El español de América

El domingo 2 de enero leí la entrevista al profesor Ilan Stavans. Y, claro, no estoy de acuerdo con el titular principal, El mundo hispánico hablará "spanglish", ni con lo que luego se lee en el artículo Creo que será una lengua franca en el mundo hispánico, algo más matizado. Yo creo que el señor Stavans sigue "desconectado de las cosas mexicanas" (sic), pero también de las venezolanas, colombianas, cubanas, chilenas, uruguayas, argentinas, nicaragüenses, etcétera, en lo que al habla se refiere. En ninguno de esos lugares se habla spanglish. Allí, como en España, se habla español (¿prefieren ustedes castellano?), con más o menos influencias del inglés (los venezolanos dicen "closet", y nosotros, "armario", pero nosotros decimos "marketing" y ellos "mercadeo". Y no creo que la influencia norteamericana vaya a ser tan fuerte como para variar tan profundamente las hablas locales. El spanglish podrá terminar siendo una forma dialectal muy concretamente localizada, pero poco más.No vengamos a querer cambiar un centralismo por otro; afortunadamente, un idioma es un ser vivo que depende de las gentes que lo manejan, y esas gentes son muy variadas. Yo también soy filólogo y profesor universitario, pero, aquí, me interesa destacar mi condición de cuentero, de narrador de historias, y con esta profesión me he recorrido buena parte de la América de habla hispana. Le puedo asegurar que en modo alguno tendemos a la uniformidad; antes al contrario, cada país, cada región, a veces, mantiene sus peculiaridades propias, hasta en los matices más sutiles. Ésa es, precisamente, la grandeza de una lengua. La defensa de su identidad -con todos los mestizajes que un mundo intercultural impone- es lo que nos puede salvar de semejante amenaza de globalización.

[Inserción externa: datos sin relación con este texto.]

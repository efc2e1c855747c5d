"""Damped Newton method on the interface unknowns, a batch at once; finished problems leave the batch."""
from __future__ import annotations

from dataclasses import dataclass

import numpy as np
from numpy.typing import NDArray

from .blocks import evaluate
from .problem import InterfaceProblem

Array = NDArray[np.float64]

RATE_CAP = 2.0
"""Largest change of |A|_1 in one step, in units of max(1, |A|_1)."""
TEMPERATURE_CAP = 25.0
"""K."""
FRACTION_CAP = 0.5
LARGEST = 200.0
"""|A|_1 beyond which an iterate is given up."""
FLUX_FLOOR = 1e-14
"""Fluxes are never asked for closer than this times c kappa: at a pinch a relative test would never be met."""


@dataclass(frozen=True)
class Iterate:
    """Where a Newton run stands: z (B, 2n+1), the interface vapour y (B, n), converged and iterations (B,)."""

    z: Array
    y: Array
    converged: NDArray[np.bool_]
    iterations: NDArray[np.int64]


def solve_linear(J: Array, F: Array) -> Array:
    """J^-1 F batched; a singular or non-finite matrix gives NaN for its own problem only."""
    good = np.asarray(np.isfinite(J).all((-1, -2)) & np.isfinite(F).all(tuple(range(1, F.ndim))))
    if not good.all():
        J = np.where(good[:, None, None], J, np.eye(J.shape[-1]))
        F = np.where(good.reshape(-1, *[1] * (F.ndim - 1)), F, np.nan)
    right = F if F.ndim == 3 else F[..., None]
    try:
        step = np.linalg.solve(J, right)
    except np.linalg.LinAlgError:                             # one exactly singular matrix stops the whole batch
        largest = np.abs(J).max((-1, -2), keepdims=True)
        step = np.linalg.solve(J + 1e-13 * largest * np.eye(J.shape[-1]), right)
    return np.asarray(step if F.ndim == 3 else step[..., 0])


def newton(problem: InterfaceProblem, z: Array, y: Array, *, tolerance: float, max_iterations: int = 60) -> Iterate:
    """Newton from z (B, 2n+1), the whole step shortened by the caps above.

    Converged: the error left after the last step, e r/(1 - r) with e its size and r the ratio to the one before, is
    below `tolerance`, relative to the largest flux, to T_I and to one for the fractions.
    """
    n, B = problem.n, len(z)
    z, y = z.copy(), y.copy()
    converged, iterations = np.zeros(B, bool), np.full(B, max_iterations)
    active, before = np.arange(B), np.full(B, np.inf)
    low, high = problem.limits
    condensable = problem.condensable
    rate = 2.0 * np.maximum(np.broadcast_to(problem.K_V, (B, n, n)).max((-1, -2)),
                            np.broadcast_to(problem.K_L, (B, n, n)).max((-1, -2)))
    floor = FLUX_FLOOR / tolerance * np.broadcast_to(problem.flux_scale, (B,))
    p = problem
    for iteration in range(1, max_iterations + 1):
        za = z[active]
        with np.errstate(all="ignore"):
            blocks = evaluate(p, za, y[active], False)
            step = -solve_linear(blocks.dz, blocks.residual)
            dN, du, dT = step[:, :n], step[:, n:2 * n], step[:, 2 * n]
            tiny = 1e-300
            t = np.minimum(1.0, RATE_CAP * np.maximum(1.0, blocks.size) / (np.abs(dN).max(-1) * rate[active] + tiny))
            t = np.minimum(t, TEMPERATURE_CAP / (np.abs(dT) + tiny))
            t = np.minimum(t, FRACTION_CAP / (np.abs(du).max(-1) + tiny))
            new = za + t[:, None] * step
            u = np.clip(new[:, n:2 * n], 0.0, 1.0)
            liquid = np.where(condensable, u, 0.0).sum(-1, keepdims=True)
            new[:, n:2 * n] = np.where(condensable, u / np.where(liquid > 0, liquid, 1.0), u)
            new[:, 2 * n] = np.clip(new[:, 2 * n], low, high)
            e = np.maximum(np.abs(dN).max(-1) / (np.abs(new[:, :n]).max(-1) + floor[active]),
                           np.maximum(np.abs(dT) / new[:, 2 * n], np.abs(du).max(-1)))
            ratio = np.minimum(e / before[active], 0.9)
            inside = (new[:, 2 * n] == za[:, 2 * n] + t * dT)
            done = (t == 1.0) & inside & ((e < 1e-13) | ((e * ratio / (1.0 - ratio) < tolerance) & (e < 1e-4)))
            lost = ~np.isfinite(e) | (blocks.size > LARGEST)
        z[active], y[active] = new, blocks.y_I
        before[active] = np.where(t == 1.0, e, np.inf)
        converged[active[done & ~lost]] = True
        leaving = done | lost
        iterations[active[leaving]] = iteration
        if leaving.any():
            active = active[~leaving]
            if not len(active):
                break
            p = problem.take(active)
    return Iterate(z, y, converged, iterations)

Yo le invitaría, mejor, a que se pusiera a confeccionar un diccionario comparativo, en el que aprendiéramos que en cada lugar las cosas se nombran de forma diferente y que una misma palabra no significa lo mismo en todos los sitios. Así, yo no me hubiera enfadado tanto cuando la primera vez que fui a México tardaron tres cuartos de hora en traerme un café, después de decirme: "Ahorita".- Antonio González Beltrán. Elche.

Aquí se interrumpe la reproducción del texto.